1857 Fannie Merritt Farmer was born. American culinary authority, and author of the 1896 edition of 'The Boston Cooking School Cook Book' which became known in future editions as the 'Fannie Farmer Cook Book.'  Director of the Boston Cooking School, and founder of Miss Farmer's School of Cookery. She is often cited as the first cookbook author to introduce standard measurements.

1857 Frederick Louis Maytag was born. One of the founders of a farm implement company in Newton, Iowa. In 1907 the company began producing the Maytag washing machine to make up for the seasonal nature of the farm equipment sales. Fred Maytag II began making Maytag Blue Cheese in the 1940s.

1857 Milton Snaveley Hershey of chocolate fame was born.

1857 The first issue of the Atlantic Monthly was published. It contained the first installment of Oliver Wendell Holmes' 'The Autocrat of the Breakfast Table.'

1858 Elizabeth Gertrude Knight Britton was born. An American botanist, her efforts were a major factor in the establishment of the New York Botanical Gardens.

1858 Edwin T. Holmes sells the first electric burglar alarm in the U.S., in Boston, Massachusetts. His workshop was later used by Alexander Graham Bell.

1858 Liberty Hyde Bailey was born. He was a world famous  American botanist who studied cultivated plants. He was dean of Horticulture at Cornell University for 15 years.

1858 Hyman Lipman patented the first pencil with an eraser attached.

1858 W. Atlee Burpee was born. Founder of the world's largest mail-order seed company in 1876.

1858 Alexis Benoit Soyer died. French chef and author. Chef of the London Reform Club. He opened kitchens in Ireland during the famine to sell food at 1/2 price and was an advisor on food to the British army during the Crimean War. Invented several stoves and kitchen utensils. Wrote 'The Pantropheon; or, History of Food' (1853), 'A Shilling Cookery Book for the People' (1854), Soyer's Charitable Cookery (1847).

1858 Christiaan Eijkman was born. A Dutch physician who discovered that beriberi was caused by a poor diet (a lack of vitamin B1), which eventually led to the discovery of vitamins.

1858 'Ten Nights in a Barroom,' a melodrama about the evils of drink, opened at the National Theater in New York City.

1858 John Landis Mason patented the Mason Jar.

1859 U.S. agricultural exports were about $189 million a year during the 1850s.

1859 Ginseng Rush: during one week, about 12,000 pounds of ginseng were exported through Faribault, Minnesota.

1859 Massachusetts created the first Inspector of Milk position in the U.S.

1859 Sir Arthur Conan Doyle was born.
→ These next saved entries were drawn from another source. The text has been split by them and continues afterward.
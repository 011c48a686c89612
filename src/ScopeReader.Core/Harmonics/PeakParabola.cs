namespace ScopeReader.Harmonics;

/// <summary>The top of a line between its points: a parabola through three levels in dB, exact for a Gaussian resolution filter.</summary>
/// <param name="Offset">Place of the top from the middle point, points; -0.5 to 0.5 where the middle point is the highest.</param>
/// <param name="Level">Level of the top, dB.</param>
/// <param name="Bend">Second difference of the levels, dB, negative.</param>
public readonly record struct PeakParabola(double Offset, double Level, double Bend)
{
    /// <summary>The parabola through three equally spaced levels.</summary>
    /// <param name="before">Level of the point before, dB.</param>
    /// <param name="middle">Level of the highest point, dB.</param>
    /// <param name="after">Level of the point after, dB.</param>
    public static PeakParabola Through(double before, double middle, double after)
    {
        double bend = before - 2 * middle + after;
        if (bend >= 0)
            return new PeakParabola(0, middle, 0);
        double offset = (before - after) / (2 * bend);
        return new PeakParabola(offset, middle - (before - after) * offset / 4, bend);
    }

    /// <summary>Standard uncertainty of the offset, points, for independent ones of the three levels in dB.</summary>
    public double OffsetUncertainty(double before, double middle, double after) =>
        Root((0.5 - Offset) * before, 2 * Offset * middle, (0.5 + Offset) * after) / Math.Abs(Bend);

    /// <summary>Standard uncertainty of the level, dB, for independent ones of the three levels.</summary>
    public double LevelUncertainty(double before, double middle, double after) =>
        Root((Offset * Offset - Offset) / 2 * before, (1 - Offset * Offset) * middle, (Offset * Offset + Offset) / 2 * after);

    private static double Root(double a, double b, double c) => Math.Sqrt(a * a + b * b + c * c);
}
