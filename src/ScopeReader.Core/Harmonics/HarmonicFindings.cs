using System.Globalization;
using ScopeReader.Readings;
using static ScopeReader.Harmonics.HarmonicAnalyser;

namespace ScopeReader.Harmonics;

/// <summary>What the harmonics say: the wave's own shape, the instrument's distortion, the chain's roll-off.</summary>
internal sealed class HarmonicFindings(WaveformJob job, RollOff rollOff, IReadOnlyList<Reading> harmonics)
{
    // Edges take something off an ideal pulse's harmonics, and a wave may have a little more; beyond that it is no pulse.
    private const double PulseBelow = 6, PulseAbove = 1.5, EvenNear = 3;

    public void Write()
    {
        WriteShape();
        WriteOwn();
        WriteRollOff();
    }

    private void WriteShape()
    {
        if (job.Sheet.Primary(Quantities.DutyFactor) is not { } reading)
            return;
        double duty = reading.Value / 100;
        if (duty is <= 0 or >= 1)
            return;
        if (!(Level(3) is { } third && IdealPulse.LevelDbc(duty, 3) is var ideal && third > ideal - PulseBelow && third < ideal + PulseAbove))
            return; // A sine's even harmonics make its duty factor, and not the other way round.
        job.Sheet.Add(new Finding("pulse-harmonics",
            Text($"harmonic 3 is {third:F1} dBc, and an ideal pulse of {100 * duty:F1} % duty factor has {ideal:F1} dBc: it is the shape of the wave, no distortion of a sine"), "pulse"));
        double even = IdealPulse.LevelDbc(duty, 2);
        if (Level(2) is { } second && Math.Abs(second - even) < EvenNear)
            job.Sheet.Add(new Finding("even-harmonics",
                Text($"harmonic 2 of {second:F1} dBc is what a duty factor of {100 * duty:F1} % gives ({even:F1} dBc); it falls as the duty factor nears 50 %"), "duty-factor"));
    }

    private void WriteOwn()
    {
        if (job.Plan.Chain.DistortionFloorDbc is not { } floor)
            return;
        string[] own = [.. harmonics.Where(r => r.Value <= floor).Select(r => r.Quantity.Id)];
        if (own.Length > 0)
            job.Sheet.Add(new Finding("own-distortion",
                Text($"{string.Join(", ", own)}: at the instrument's own floor of {floor:F1} dBc, so it may be made there; a filter before the input, or more attenuation, tells"),
                "instrument"));
    }

    private void WriteRollOff()
    {
        if (rollOff.Bandwidth is not { } bandwidth || harmonics.FirstOrDefault(r => rollOff.Reaches(Order(r))) is not { } first)
            return;
        job.Sheet.Add(new Finding("roll-off",
            Text($"{first.Quantity.Id} and above lie beyond {RollOff.Onset} of the chain's {Engineering.Format(bandwidth, "Hz", 3)}: they may read low, and their uncertainty says by how much"),
            "bandwidth"));
    }

    private double? Level(int order) => harmonics.FirstOrDefault(r => Order(r) == order)?.Value;

    private static int Order(Reading reading) => int.Parse(reading.Quantity.Id.AsSpan("harmonic-".Length), CultureInfo.InvariantCulture);
}
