using ScopeReader.Readings;

namespace ScopeReader.Harmonics;

/// <summary>A harmonic as fitted, with what disturbs it; amplitudes are peak, in the samples' unit.</summary>
/// <param name="Order">1 for the fundamental.</param>
/// <param name="Fitted">Amplitude as the fit gives it, noise in it.</param>
/// <param name="Noise">Standard uncertainty by the noise density near it.</param>
/// <param name="DegreesOfFreedom">Of the noise.</param>
/// <param name="Steps">What the converter's steps make there, and what they may make at most.</param>
/// <param name="Leakage">Rms amplitude of what lines outside the fit add to it.</param>
internal sealed record HarmonicLevel(int Order, double Fitted, double Noise, double DegreesOfFreedom, StepError Steps, double Leakage)
{
    // A number is given from 5 u on: noise alone reaches that in one line of 270,000, and the interval in dB is still nearly even.
    private const double Strong = 5, OneSided95 = 1.645;

    /// <summary>The amplitude above which one in a hundred lines of noise alone lies.</summary>
    public double Threshold => ThresholdAmong(1);

    /// <summary>The amplitude above which the strongest of several lines of noise alone lies once in a hundred records.</summary>
    /// <remarks>Powers of noise are spread exponentially: one in a hundred is above ln 100 times their mean, which is twice the square of u.</remarks>
    public double ThresholdAmong(int lines) => Math.Sqrt(2 * Math.Log(100.0 * lines)) * Spread;

    /// <summary>True where the line is strong enough for a number.</summary>
    public bool IsResolved => Fitted > Strong * Spread && !IsHiddenBySteps;

    /// <summary>True where noise alone would seldom show as much.</summary>
    public bool Shows => Fitted > Threshold;

    /// <summary>True where the converter's steps could have made the whole line.</summary>
    public bool IsHiddenBySteps => Fitted <= Steps.Most && Steps.Most > Threshold;

    /// <summary>What the amplitude lies below in 95 records of a hundred, and never under what noise alone shows.</summary>
    public double AtMost => Math.Max(Threshold, Fitted + OneSided95 * Spread) + (IsHiddenBySteps ? Steps.Most : Steps.Likely);

    /// <summary>The amplitude, what noise adds to it on average taken off (Rice 1944: the mean square is A² + 2u², one u² of it in phase).</summary>
    public double Amplitude => Math.Sqrt(Math.Max(Fitted * Fitted - Noise * Noise, Fitted * Fitted / 4));

    private double Spread => double.Hypot(Noise, Leakage);

    /// <summary>The terms of its level in dB.</summary>
    public IEnumerable<BudgetTerm> Terms(string suffix = "")
    {
        double decibels = Decibels.PerRelativeAmplitude / Amplitude;
        yield return BudgetTerm.Normal("noise" + suffix, Noise, decibels, DegreesOfFreedom);
        if (Steps.Likely > 0)
            yield return BudgetTerm.Rectangular("quantisation" + suffix, Steps.Likely, decibels);
        if (Leakage > 0)
            yield return BudgetTerm.Rectangular("other lines" + suffix, Math.Sqrt(3) * Leakage, decibels);
    }
}
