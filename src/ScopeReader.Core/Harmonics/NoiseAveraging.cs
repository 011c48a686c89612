namespace ScopeReader.Harmonics;

/// <summary>How far averages of noise lie below its mean power, by what is averaged; a tone is read right by all of them.</summary>
/// <remarks>The power of noise through a narrow filter is spread exponentially, its envelope as Rayleigh's distribution.</remarks>
public static class NoiseAveraging
{
    /// <summary>Averages of dB read low by (10/ln 10)·γ, γ Euler's constant.</summary>
    public static double OfLevels { get; } = 10 / Math.Log(10) * 0.5772156649015329;

    /// <summary>Averages of voltage read low by 10 log(4/π).</summary>
    public static double OfVoltages { get; } = 10 * Math.Log10(4 / Math.PI);
}
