using ScopeReader.Readings;
using static ScopeReader.Harmonics.HarmonicAnalyser;

namespace ScopeReader.Harmonics;

/// <summary>Says which lines of a trace are multiples of one frequency, and which are not.</summary>
internal static class TraceCombFindings
{
    private const int MostNamed = 5, HighestOrder = 1000;

    /// <summary>Writes what it finds.</summary>
    /// <param name="levels">The trace.</param>
    /// <param name="from">Index after the start-of-span feed-through.</param>
    /// <param name="fundamental">Hz.</param>
    /// <param name="carrier">The strongest line.</param>
    /// <param name="resolutionBandwidth">Hz; 0 where unknown.</param>
    /// <param name="sheet">Where findings go.</param>
    public static void Write(TraceLevels levels, int from, double fundamental, TraceLine carrier, double resolutionBandwidth, ReadingSheet sheet)
    {
        var orders = new List<int>();
        var others = new List<TraceLine>();
        double reach = Math.Max(resolutionBandwidth, 2 * levels.Spacing);
        foreach (TraceLine line in TraceLineList.Of(levels, from))
        {
            int order = (int)Math.Round(line.Frequency / fundamental);
            // The multiple of a frequency that is off by a part of a point is off by that many parts.
            if (order is >= 1 and <= HighestOrder && Math.Abs(line.Frequency - order * fundamental) < reach + order * levels.Spacing / 10 && reach < fundamental / 4)
                orders.Add(order);
            else
                others.Add(line);
        }
        if (orders.Count > 2)
            sheet.Add(new Finding("comb", Text($"{orders.Count} lines are multiples of {Engineering.Format(fundamental, "Hz", 5)}, up to {orders[^1]} times: harmonics of one source"), "comb"));
        if (others.Count == 0)
            return;
        string named = string.Join(", ", others.OrderByDescending(l => l.LevelDb).Take(MostNamed).Select(l => Text($"{Engineering.Format(l.Frequency, "Hz", 5)} ({l.LevelDb - carrier.LevelDb:F1} dBc)")));
        string more = others.Count > MostNamed ? Text($" and {others.Count - MostNamed} weaker") : "";
        sheet.Add(new Finding("spurs", Text($"{(others.Count == 1 ? "a line that is no harmonic" : "lines that are no harmonics")}: {named}{more}: another source, a mixing product or the analyser's own; with 10 dB more attenuation a line of the source stays where it is in dBc"), "spurs"));
    }
}
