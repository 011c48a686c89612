using ScopeReader.Readings;

namespace ScopeReader.Harmonics;

/// <summary>A line of a spectrum trace, noise taken off.</summary>
/// <param name="Frequency">Hz.</param>
/// <param name="LevelDb">On the trace's scale in dB.</param>
/// <param name="FrequencyTerms">Uncertainty of the frequency, Hz.</param>
/// <param name="LevelTerms">Uncertainty of the level, dB.</param>
internal sealed record TraceLine(double Frequency, double LevelDb, IReadOnlyList<BudgetTerm> FrequencyTerms, IReadOnlyList<BudgetTerm> LevelTerms);
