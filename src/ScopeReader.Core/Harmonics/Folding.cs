namespace ScopeReader.Harmonics;

/// <summary>Where sampling shows frequencies above half of the sample rate.</summary>
public static class Folding
{
    /// <summary>The frequency that samples show.</summary>
    /// <param name="frequency">True frequency, 0 or more.</param>
    /// <param name="sampleRate">In the same unit, above 0.</param>
    /// <returns>0 to half of the sample rate: |f - fs·round(f/fs)|.</returns>
    public static double Apparent(double frequency, double sampleRate) =>
        Math.Abs(frequency - sampleRate * Math.Round(frequency / sampleRate));
}
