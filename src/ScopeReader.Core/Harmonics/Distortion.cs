namespace ScopeReader.Harmonics;

/// <summary>Total harmonic distortion from amplitudes.</summary>
public static class Distortion
{
    /// <summary>Change of SINAD with a bit, dB: 20 log 2.</summary>
    internal const double DbPerBit = 6.020599913279624;

    // 10 log 1.5: a full-scale sine over a step's rounding error.
    private const double IdealDb = 1.7609125905568124;

    /// <summary>THD_F: root sum of squares of the harmonics over the fundamental.</summary>
    /// <param name="amplitudes">A_1, A_2 … in one unit; A_1 above 0.</param>
    /// <returns>A ratio.</returns>
    public static double ToFundamental(ReadOnlySpan<double> amplitudes)
    {
        double sum = 0;
        foreach (double a in amplitudes[1..])
            sum += a * a;
        return Math.Sqrt(sum) / amplitudes[0];
    }

    /// <summary>Effective bits of a ratio of signal to noise and distortion: (SINAD - 1.7609 dB)/6.0206 dB (IEEE Std 1057 and 1241, from memory).</summary>
    /// <param name="sinadDb">SINAD, dB.</param>
    public static double EffectiveBits(double sinadDb) => (sinadDb - IdealDb) / DbPerBit;

    /// <summary>THD_R of a THD_F: to fundamental and harmonics together.</summary>
    public static double ToWhole(double toFundamental) => toFundamental / Math.Sqrt(1 + toFundamental * toFundamental);
}
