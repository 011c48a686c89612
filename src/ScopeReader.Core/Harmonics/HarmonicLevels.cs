using ScopeReader.Levels;
using ScopeReader.Numerics;

namespace ScopeReader.Harmonics;

/// <summary>The levels of fundamental and harmonics of a wave of known frequency.</summary>
/// <remarks>
/// A joint least-squares fit of offset and every harmonic below half of the sample rate: neither leakage nor scalloping, at
/// any record length. u(A) = σ√(2/N), σ² the residual's density near the harmonic.
/// </remarks>
internal sealed class HarmonicLevels
{
    private const double MostWork = 4e8, WellKnown = 0.02, Rounding = 1e-13;
    private const int MostModelled = 200;

    private readonly HarmonicFit _fit;
    private readonly NoiseSpectrum _noise;
    private readonly double[] _steps;
    private readonly int _count;

    private HarmonicLevels(HarmonicFit fit, ReadOnlySpan<double> samples, double frequencyUncertainty, int harmonics)
    {
        double[] residual = fit.Model.Residual(samples);
        (_fit, _count, FrequencyUncertainty) = (fit, samples.Length, frequencyUncertainty);
        _noise = new NoiseSpectrum(residual, fit.Model.Frequency, fit.Unknowns);
        double step = QuantisationStep.Find(samples), variance = 0;
        foreach (double v in residual)
            variance += v * v / residual.Length;
        _steps = StepLines.Rms(fit.Model, harmonics, step, Math.Sqrt(Math.Max(0, variance - step * step / 12)));
    }

    /// <summary>The fundamental's frequency, cycles per sample.</summary>
    public double Frequency => _fit.Model.Frequency;

    /// <summary>Its standard uncertainty.</summary>
    public double FrequencyUncertainty { get; }

    /// <summary>Highest harmonic that lies below half of the sample rate by a cycle a record or more.</summary>
    public static int InBand(double frequency, int count) => (int)((0.5 - 1.0 / count) / frequency);

    /// <summary>Fits.</summary>
    /// <param name="samples">Shape [n].</param>
    /// <param name="frequency">Cycles per sample.</param>
    /// <param name="uncertainty">Its standard uncertainty.</param>
    /// <param name="harmonics">How many are asked for, all in band.</param>
    /// <returns>The levels, or null where two harmonics cannot be told apart.</returns>
    public static HarmonicLevels? Fit(ReadOnlySpan<double> samples, double frequency, double uncertainty, int harmonics)
    {
        // A harmonic a fraction x of a cycle off over the record reads low by π²x²/6 of itself: a frequency not known that well is fitted too.
        if (uncertainty * harmonics * samples.Length > WellKnown && HarmonicFit.From(samples, frequency, harmonics) is { } free)
        {
            var noise = new NoiseSpectrum(free.Model.Residual(samples), free.Model.Frequency, free.Unknowns);
            (frequency, uncertainty) = (free.Model.Frequency, Math.Sqrt(noise.Near(frequency).Variance * free.FrequencyVariance));
        }
        int affordable = (int)Math.Min(MostModelled, MostWork / samples.Length);
        int modelled = Math.Min(InBand(frequency, samples.Length), Math.Max(harmonics, Math.Min(affordable, samples.Length / 8)));
        HarmonicFit? fit = HarmonicFit.At(samples, frequency, modelled) ?? HarmonicFit.At(samples, frequency, harmonics);
        return fit is null ? null : new HarmonicLevels(fit, samples, uncertainty, harmonics);
    }

    /// <summary>One of them.</summary>
    public HarmonicLevel this[int order]
    {
        get
        {
            HarmonicModel model = _fit.Model;
            double amplitude = model.Amplitude(order), fundamental = model.Amplitude(1);
            (double cosine, double sine) = _fit.Variances(order);
            (double variance, double degreesOfFreedom) = _noise.Near(order * model.Frequency);
            // What arithmetic leaves of a wave without any noise is no line.
            double noise = Math.Max(Math.Sqrt(variance * Math.Max(cosine, sine)), Rounding * fundamental);
            return new HarmonicLevel(order, amplitude, noise, degreesOfFreedom, _steps[order - 1], Folded(order));
        }
    }

    // Harmonics that are not modelled: those beyond half of the sample rate come down, where the rates are nearly commensurate,
    // within a cycle a record of others. They are taken to fall off as those of a step do, from the strongest of the last two modelled.
    private double Folded(int order)
    {
        HarmonicModel model = _fit.Model;
        int last = model.Harmonics;
        double amplitude = Math.Max(model.Amplitude(last), model.Amplitude(Math.Max(1, last - 1))), square = 0;
        for (int k = last + 1; k <= 4 * last; k++)
        {
            double distance = Math.PI * (Folding.Apparent(k * model.Frequency, 1) - order * model.Frequency) * _count;
            double share = Math.Abs(distance) < 1e-3 ? 1 : Math.Sin(distance) / distance;
            square += Math.Pow(share * amplitude * last / k, 2) / 2;
        }
        return Math.Sqrt(square);
    }
}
Creator of Sherlock Holmes. Holmes would go for days without food while working on a case.

1859 Walter Hunt died. Hunt invented the first safety pin ('dress pin') in 1849.

1859 William Goodale of Massachusetts patented a paper bag manufacturing machine.

1859 In the Fifth Avenue Hotel in New York City, the first elevator in an American hotel began operation.

1859 Thomas Nuttall died. English naturalist and botanist. He collected and studied plants around the Chesapeake Bay area in the U.S.

1859 George B. Simpson patented the electric range.

1859 'The Origin of Species by Means of Natural Selection' was published in England.

1859 James and E. P. Monroe were issued a patent for an eggbeater

1859 Battle Creek, Michigan was incorporated as a city. The Breakfast Cereal center of the world (Kellogg, Post and Ralston Purina are all there).

1859 Eliza Acton died: She wrote the first cookbook for the housewife, rather than for the professional chef.

1859 Ferdinand Carre invented the ammonia vapor-compression system for refrigeration, which became the most widely used. Vapor compression is still the system most used today.